In a model of TG mobilization for VLDL assembly, TGH acts to hydrolyze TG in lipid-storage droplets that are associated with the ER. The lumenal lipid droplet is derived from cytoplasmic stores in a process that involves MTP. Lipolysis of TG to DG/MG would make the lipolytic products more soluble in the membrane, thereby facilitating the efficient transfer of the acylglycerols for resynthesis to TG by lumenally oriented acyltransferases and availability to a developing apoB-containing entity. TG that is not assembled onto apoB may be returned to either cytosolic or lumenal storage pools in a futile cycle. Importantly, TGH does not hydrolyze apoB-associated lipids within the ER, which suggest a vectored movement of lipids from ER-local- ized TG to nascent apoB lipoproteins [164].

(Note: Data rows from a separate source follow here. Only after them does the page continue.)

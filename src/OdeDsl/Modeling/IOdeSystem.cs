using OdeDsl.LinearAlgebra;
using OdeDsl.Scalars;

namespace OdeDsl.Modeling;
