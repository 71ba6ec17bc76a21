using System;
using System.Collections.Generic;
using System.Collections.Immutable;
using System.Linq;
using System.Runtime.CompilerServices;
using System.Threading;
using Microsoft.CodeAnalysis;
using Microsoft.CodeAnalysis.CSharp.Syntax;
using Microsoft.CodeAnalysis.Operations;
using OdeDsl.Generators.Diagnostics;
using OdeDsl.Generators.Reading;

namespace OdeDsl.Generators.Units;

/// <summary>
/// Runs the bodies of a model's members on units instead of numbers, and tells where units do not fit. What has no stated unit is
/// unknown and fits everything, so that a model without units gets no message.
/// </summary>
/// <remarks>It decides nothing about the generated code: its findings are warnings, and it reads the bound operations on its own.</remarks>
internal sealed partial class UnitChecker
{
    private readonly INamedTypeSymbol _model;
    private readonly Compilation _compilation;
    private readonly CancellationToken _cancellation;
    private readonly StatedUnits _stated;
    private readonly UnitComplaints _complaints;
    private readonly Dictionary<SyntaxTree, SemanticModel> _semantics = [];
    private readonly Dictionary<(ISymbol Member, string Arguments), Measure> _known = [];
    private readonly HashSet<ISymbol> _active = new(SymbolEqualityComparer.Default);

    private readonly HashSet<ISymbol> _checked = new(SymbolEqualityComparer.Default);

    private Unit? _time;
    private Dictionary<ISymbol, Measure> _variables = new(SymbolEqualityComparer.Default);
    private List<(Measure Measure, IOperation Place)> _returned = [];
    private (string What, Unit Unit, bool StatesNumbers)? _wanted;

    private UnitChecker(INamedTypeSymbol model, Compilation compilation, Problems problems, CancellationToken cancellation)
    {
        _model = model;
        _compilation = compilation;
        _cancellation = cancellation;
        _stated = new(problems, cancellation);
        _complaints = new(problems);
    }

    /// <summary>Checks a model.</summary>
    /// <param name="equations">The states with the members that compute their rates, and other numbers with the members that give them.</param>
    public static void Check(
        INamedTypeSymbol model,
        IEnumerable<(ISymbol Target, ISymbol? Member, bool IsRate)> equations,
        Compilation compilation,
        Problems problems,
        CancellationToken cancellation)
    {
        (ISymbol Target, ISymbol? Member, bool IsRate)[] all = [.. equations];
        if (!model.GetMembers().Concat(all.Select(static item => item.Target)).Any(StatedUnits.IsStated)) return;
        try
        {
            new UnitChecker(model, compilation, problems, cancellation).Check(all);
        }
        catch (InsufficientExecutionStackException)
        {
            // Such a formula is told of elsewhere: it has no code either.
        }
    }

    private void Check((ISymbol Target, ISymbol? Member, bool IsRate)[] equations)
    {
        _time = _stated.OfTime(_model);
        foreach ((_, ISymbol? member, _) in equations)
        {
            if (member is not null) _checked.Add(member);
        }

        foreach ((ISymbol target, ISymbol? member, bool isRate) in equations)
        {
            if (member is null) continue;
            Unit? unit = _stated.Of(target);
            if (isRate) unit = unit is null || _time is null ? null : unit.Difference().Times(_time, -1);
            CheckBody(member, unit is null ? null : (isRate ? $"the rate of '{target.Name}'" : $"'{target.Name}'", unit, !isRate));
        }

        foreach (ISymbol member in _model.GetMembers())
        {
            bool isWatched = Attributes.Find(member, Attributes.Observable) is not null;
            if (_stated.Of(member) is { } unit) CheckStated(member, unit);
            else if (isWatched && _checked.Add(member)) CheckBody(member, null);
        }
    }

    /// <summary>Checks the body of a member against the unit it states, once.</summary>
    private void CheckStated(ISymbol member, Unit unit)
    {
        if (IsOfOtherModel(member) || !_checked.Add(member.OriginalDefinition)) return;
        CheckBody(member, ($"'{member.Name}'", unit, true));
    }

    /// <summary>Other models, which are checked on their own.</summary>
    private bool IsOfOtherModel(ISymbol member) =>
        member.ContainingType is { } type
        && !SymbolEqualityComparer.Default.Equals(type.OriginalDefinition, _model)
        && Attributes.Find(type, Attributes.Model) is not null;

    private void CheckBody(ISymbol member, (string What, Unit Unit, bool StatesNumbers)? wanted)
    {
        if (Bodies.Find(member, _compilation, _cancellation) is not { } body) return;
        Dictionary<ISymbol, Measure> arguments = new(SymbolEqualityComparer.Default);
        foreach (IParameterSymbol parameter in ParametersOf(member))
            arguments[parameter] = new(_stated.Of(parameter) ?? (parameter.Name is "time" or "t" ? _time : null));
        Run(member.OriginalDefinition, body, arguments, wanted);
    }

    /// <summary>The unit of a member where it is used.</summary>
    private Measure Member(ISymbol member, Measure[] arguments)
    {
        if (_stated.Of(member) is { } unit)
        {
            CheckStated(member, unit);
            return new(unit);
        }

        ISymbol definition = ((member as IMethodSymbol)?.PartialImplementationPart ?? member).OriginalDefinition;
        (ISymbol, string) key = (definition, string.Join(";", arguments.Select(static argument => argument.Unit?.Shown() ?? "?")));
        if (_known.TryGetValue(key, out Measure known)) return known;
        Measure measure = Bodies.Find(definition, _compilation, _cancellation) is { } body
            ? Run(definition, body, Arguments(definition, arguments), null)
            : Initializer(definition);
        // A member that is nothing but a number has no unit until it states one.
        return _known[key] = measure.IsBare && definition is not IMethodSymbol { MethodKind: MethodKind.LocalFunction } ? Measure.Unknown : measure;
    }

    private Dictionary<ISymbol, Measure> Arguments(ISymbol definition, Measure[] arguments)
    {
        Dictionary<ISymbol, Measure> variables = new(SymbolEqualityComparer.Default);
        foreach (IParameterSymbol parameter in ParametersOf(definition))
            variables[parameter] = _stated.Of(parameter) is { } unit ? new(unit) : arguments[parameter.Ordinal];
        return variables;
    }

    private static ImmutableArray<IParameterSymbol> ParametersOf(ISymbol member) =>
        member is IMethodSymbol method ? method.Parameters : ImmutableArray<IParameterSymbol>.Empty;

    private Measure Initializer(ISymbol member)
    {
        SyntaxReference? source = member.DeclaringSyntaxReferences.FirstOrDefault();
        if (source is null || !_compilation.ContainsSyntaxTree(source.SyntaxTree) || !_active.Add(member)) return Measure.Unknown;
        try
        {
            EqualsValueClauseSyntax? initializer = source.GetSyntax(_cancellation) switch
            {
                VariableDeclaratorSyntax field => field.Initializer,
                PropertyDeclarationSyntax property => property.Initializer,
                _ => null,
            };
            if (initializer is null) return Measure.Unknown;
            return Semantics(initializer.SyntaxTree).GetOperation(initializer, _cancellation) is ISymbolInitializerOperation { Value: var value }
                ? Evaluate(value)
                : Measure.Unknown;
        }
        finally
        {
            _active.Remove(member);
        }
    }

    private Measure Run(
        ISymbol definition, SyntaxNode body, Dictionary<ISymbol, Measure> variables, (string What, Unit Unit, bool StatesNumbers)? wanted)
    {
        if (!_active.Add(definition)) return Measure.Unknown; // Recursion is told elsewhere.
        var before = (_variables, _returned, _wanted, _complaints.AreMuted);
        (_variables, _returned, _wanted) = (variables, [], wanted);
        _complaints.AreMuted |= IsOfOtherModel(definition);
        try
        {
            RuntimeHelpers.EnsureSufficientExecutionStack();
            Evaluate(Block(body));
            return Joined(_returned);
        }
        finally
        {
            (_variables, _returned, _wanted, _complaints.AreMuted) = before;
            _active.Remove(definition);
        }
    }

    private IOperation? Block(SyntaxNode body) => Semantics(body.SyntaxTree).GetOperation(body, _cancellation) switch
    {
        IMethodBodyBaseOperation method => method.BlockBody ?? method.ExpressionBody,
        ILocalFunctionOperation function => function.Body,
        var other => other,
    };

    private SemanticModel Semantics(SyntaxTree tree)
    {
        if (!_semantics.TryGetValue(tree, out SemanticModel? model)) _semantics.Add(tree, model = _compilation.GetSemanticModel(tree));
        return model;
    }

    /// <summary>What several values that stand for one have in common; it is told where one does not fit those before it.</summary>
    private Measure Joined(IReadOnlyList<(Measure Measure, IOperation Place)> values)
    {
        if (values.Count == 0) return Measure.Unknown;
        bool isBare = values.All(static value => value.Measure.IsBare);
        int first = -1;
        bool fits = true;
        for (int i = 0; i < values.Count; i++)
        {
            if (values[i].Measure.Unit is not { } unit) continue;
            if (first < 0) first = i;
            else fits &= _complaints.Fit(values[first].Measure.Unit!, values[first].Place, unit, values[i].Place);
        }

        return fits ? new(first < 0 ? null : values[first].Measure.Unit, isBare) : Measure.Unknown;
    }
}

Regulation of Hepatic TG Lipolysis and Reesterification

Since it has been demonstrated that intracellular TG lipolysis and reesterification was necessary for the efficient recruitment of stored TG for VLDL assembly, then altering the rate of hepatic TG lipolysis and reesterification could control the rate of VLDL secretion. Glucose increased hepatic TG secretion and increased the dilution of the glycerol label in prelabeled TG, consistent with increased lipolysis and reesterification [130, 165, 166]. In addition, it was found that glucose phosphorylation was a necessary event for increased lipolysis and reesterification since mannoheptulose, an inhibitor of glucose phosphorylation, abolished the stimulatory effect of glucose [166].